Stored items from a collection
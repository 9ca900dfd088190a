"""Alerts (with their chained log and their state per rule), the commands that acknowledge them,
and events (with their chained log)."""

from __future__ import annotations

import json

from watcher.store import chain
from watcher.store.repo import Repo, marks, upsert

ALERT_LOG_INSERT = chain.Append("alert_log", chain.ALERT_LOG_FIELDS)
EVENT_LOG_INSERT = chain.Append("event_log", chain.EVENT_LOG_FIELDS)

ALERT_COLUMNS = (
    "id",
    "zone",
    "rule",
    "severity",
    "label",
    "metric",
    "threshold",
    "status",
    "since_ts",
    "raised_ts",
    "value",
    "worst_value",
    "acked_ts",
    "acked_by",
    "ack_note",
    "cleared_ts",
    "escalated_ts",
    "repeats",
)


class Alerts(Repo):
    def states(self) -> dict[tuple[str, str], dict]:
        return {(z, r): json.loads(s) for z, r, s in self.conn.execute("SELECT zone, rule, state FROM alert_state")}

    def state_save(self, zone: str, rule: str, state: dict) -> None:
        self.conn.execute(upsert("alert_state", "zone, rule, state", "zone, rule"), (zone, rule, json.dumps(state)))

    def add(self, **row) -> int:
        cols = ", ".join(row)
        cur = self.conn.execute(f"INSERT INTO alerts ({cols}) VALUES ({marks(len(row))})", tuple(row.values()))
        return int(cur.lastrowid)

    def update(self, alert_id: int, **fields) -> None:
        sets = ", ".join(f"{k} = ?" for k in fields)
        self.conn.execute(f"UPDATE alerts SET {sets} WHERE id = ?", (*fields.values(), alert_id))

    def log_add(self, alert_id: int, step: str, at_ts: float, wall_ts: float, value=None, by=None, note=None):
        log_step(self.conn, alert_id, step, at_ts, wall_ts, value, by, note)

    def list(self, open_only: bool = False, limit: int = 500) -> list[dict]:
        sql = f"SELECT {', '.join(ALERT_COLUMNS)} FROM alerts"
        if open_only:
            sql += " WHERE status IN ('open', 'acknowledged')"
        rows = self.conn.execute(sql + " ORDER BY id DESC LIMIT ?", (limit,))
        return [dict(zip(ALERT_COLUMNS, r)) for r in rows]

    def get(self, alert_id: int) -> dict | None:
        row = self.conn.execute(f"SELECT {', '.join(ALERT_COLUMNS)} FROM alerts WHERE id = ?", (alert_id,)).fetchone()
        return None if row is None else dict(zip(ALERT_COLUMNS, row))

    def log(self, alert_id: int) -> list[tuple]:
        return self.conn.execute(
            "SELECT step, at_ts, wall_ts, value, by, note FROM alert_log WHERE alert_id = ? ORDER BY id", (alert_id,)
        ).fetchall()

    def open_id(self, zone: str, rule: str) -> int | None:
        """The newest open or acknowledged alert of that zone and rule."""
        row = self.conn.execute(
            "SELECT id FROM alerts WHERE zone = ? AND rule = ? AND status IN ('open', 'acknowledged') "
            "ORDER BY id DESC LIMIT 1",
            (zone, rule),
        ).fetchone()
        return None if row is None else row[0]

    def steps_after(self, log_id: int, steps: tuple[str, ...]) -> list[tuple]:
        """(log id, step, at_ts, zone, severity, label) of alert log rows after log_id."""
        return self.conn.execute(
            "SELECT l.id, l.step, l.at_ts, a.zone, a.severity, a.label FROM alert_log l JOIN alerts a "
            f"ON a.id = l.alert_id WHERE l.id > ? AND l.step IN ({marks(len(steps))}) ORDER BY l.id",
            (log_id, *steps),
        ).fetchall()


class Commands(Repo):
    """Acknowledgements asked for (by the command line or MQTT), done by the writer."""

    def add(self, alert_id: int, by: str, note: str | None, source: str, sender: str | None, now_ts: float):
        cur = self.conn.execute(
            "INSERT INTO alert_commands (alert_id, by, note, source, sender, received_ts) VALUES (?,?,?,?,?,?)",
            (alert_id, by, note, source, sender, now_ts),
        )
        return int(cur.lastrowid)

    def pending(self) -> list[tuple]:
        return self.conn.execute(
            "SELECT id, alert_id, by, note, source, sender FROM alert_commands WHERE done_ts IS NULL ORDER BY id"
        ).fetchall()

    def done(self, command_id: int, now_ts: float, result: str) -> None:
        self.conn.execute(
            "UPDATE alert_commands SET done_ts = ?, result = ? WHERE id = ?", (now_ts, result, command_id)
        )

    def result(self, command_id: int) -> str | None:
        row = self.conn.execute("SELECT result FROM alert_commands WHERE id = ?", (command_id,)).fetchone()
        return None if row is None else row[0]


EVENT_COLUMNS = "SELECT id, kind, start_ts, end_ts, detail FROM events"


class Events(Repo):
    def upsert(self, zone: str, kind: str, start_ts: float, end_ts: float | None, detail: dict) -> None:
        """Insert or update an event; detail keys merge into what is stored (costs are kept)."""
        key = (zone, kind, start_ts)
        stored = self.conn.execute(
            "SELECT detail FROM events WHERE zone = ? AND kind = ? AND start_ts = ?", key
        ).fetchone()
        if stored is None:
            self.conn.execute(
                "INSERT INTO events (zone, kind, start_ts, end_ts, detail) VALUES (?,?,?,?,?)",
                (*key, end_ts, json.dumps(detail, separators=(",", ":"))),
            )
        else:
            merged = json.dumps(merge_patch(json.loads(stored[0]), detail), separators=(",", ":"))
            self.conn.execute(
                "UPDATE events SET end_ts = ?, detail = ? WHERE zone = ? AND kind = ? AND start_ts = ?",
                (end_ts, merged, *key),
            )
        row = self.conn.execute(
            "SELECT id, end_ts, detail FROM events WHERE zone = ? AND kind = ? AND start_ts = ?", (zone, kind, start_ts)
        ).fetchone()
        EVENT_LOG_INSERT.run(self.conn, (row[0], "set", zone, kind, start_ts, row[1], row[2]))

    def of_zone(self, zone: str, since_ts: float, until_ts: float | None = None) -> list[dict]:
        """Events of a zone that end after since_ts (or are still open) and start before until_ts.
        The ended and the open are asked for apart, so each half is a range of events_end."""
        until = "" if until_ts is None else " AND start_ts < :until"
        rows = self.conn.execute(
            f"{EVENT_COLUMNS} WHERE zone = :zone AND end_ts >= :since{until} UNION ALL "
            f"{EVENT_COLUMNS} WHERE zone = :zone AND end_ts IS NULL{until} ORDER BY start_ts, id",
            {"zone": zone, "since": since_ts, "until": until_ts},
        )
        return [{"id": r[0], "kind": r[1], "start_ts": r[2], "end_ts": r[3], **json.loads(r[4])} for r in rows]

    def delete(self, event_id: int) -> None:
        row = self.conn.execute(
            "SELECT zone, kind, start_ts, end_ts, detail FROM events WHERE id = ?", (event_id,)
        ).fetchone()
        if row is not None:
            EVENT_LOG_INSERT.run(self.conn, (event_id, "delete", *row))
        self.conn.execute("DELETE FROM events WHERE id = ?", (event_id,))


def merge_patch(target, patch):
    """RFC 7396 JSON merge patch (as SQLite's json_patch, which this replaces so both engines
    store the same text): objects merge key by key, a null removes a key, anything else
    replaces."""
    if not isinstance(patch, dict):
        return patch
    out = dict(target) if isinstance(target, dict) else {}
    for key, value in patch.items():
        if value is None:
            out.pop(key, None)
        else:
            out[key] = merge_patch(out.get(key), value)
    return out


def log_step(conn, alert_id: int, step: str, at_ts: float, wall_ts: float, value=None, by=None, note=None) -> None:
    """One chained row of an alert's log (the outbox adds `sent` steps through this too)."""
    ALERT_LOG_INSERT.run(conn, (alert_id, step, at_ts, wall_ts, value, by, note))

=== ASSIGNMENT ===
Once every line above has been checked for the string "that", give the number of matching lines and nothing more.

=== SOLUTION TO THE PROBLEM ===
3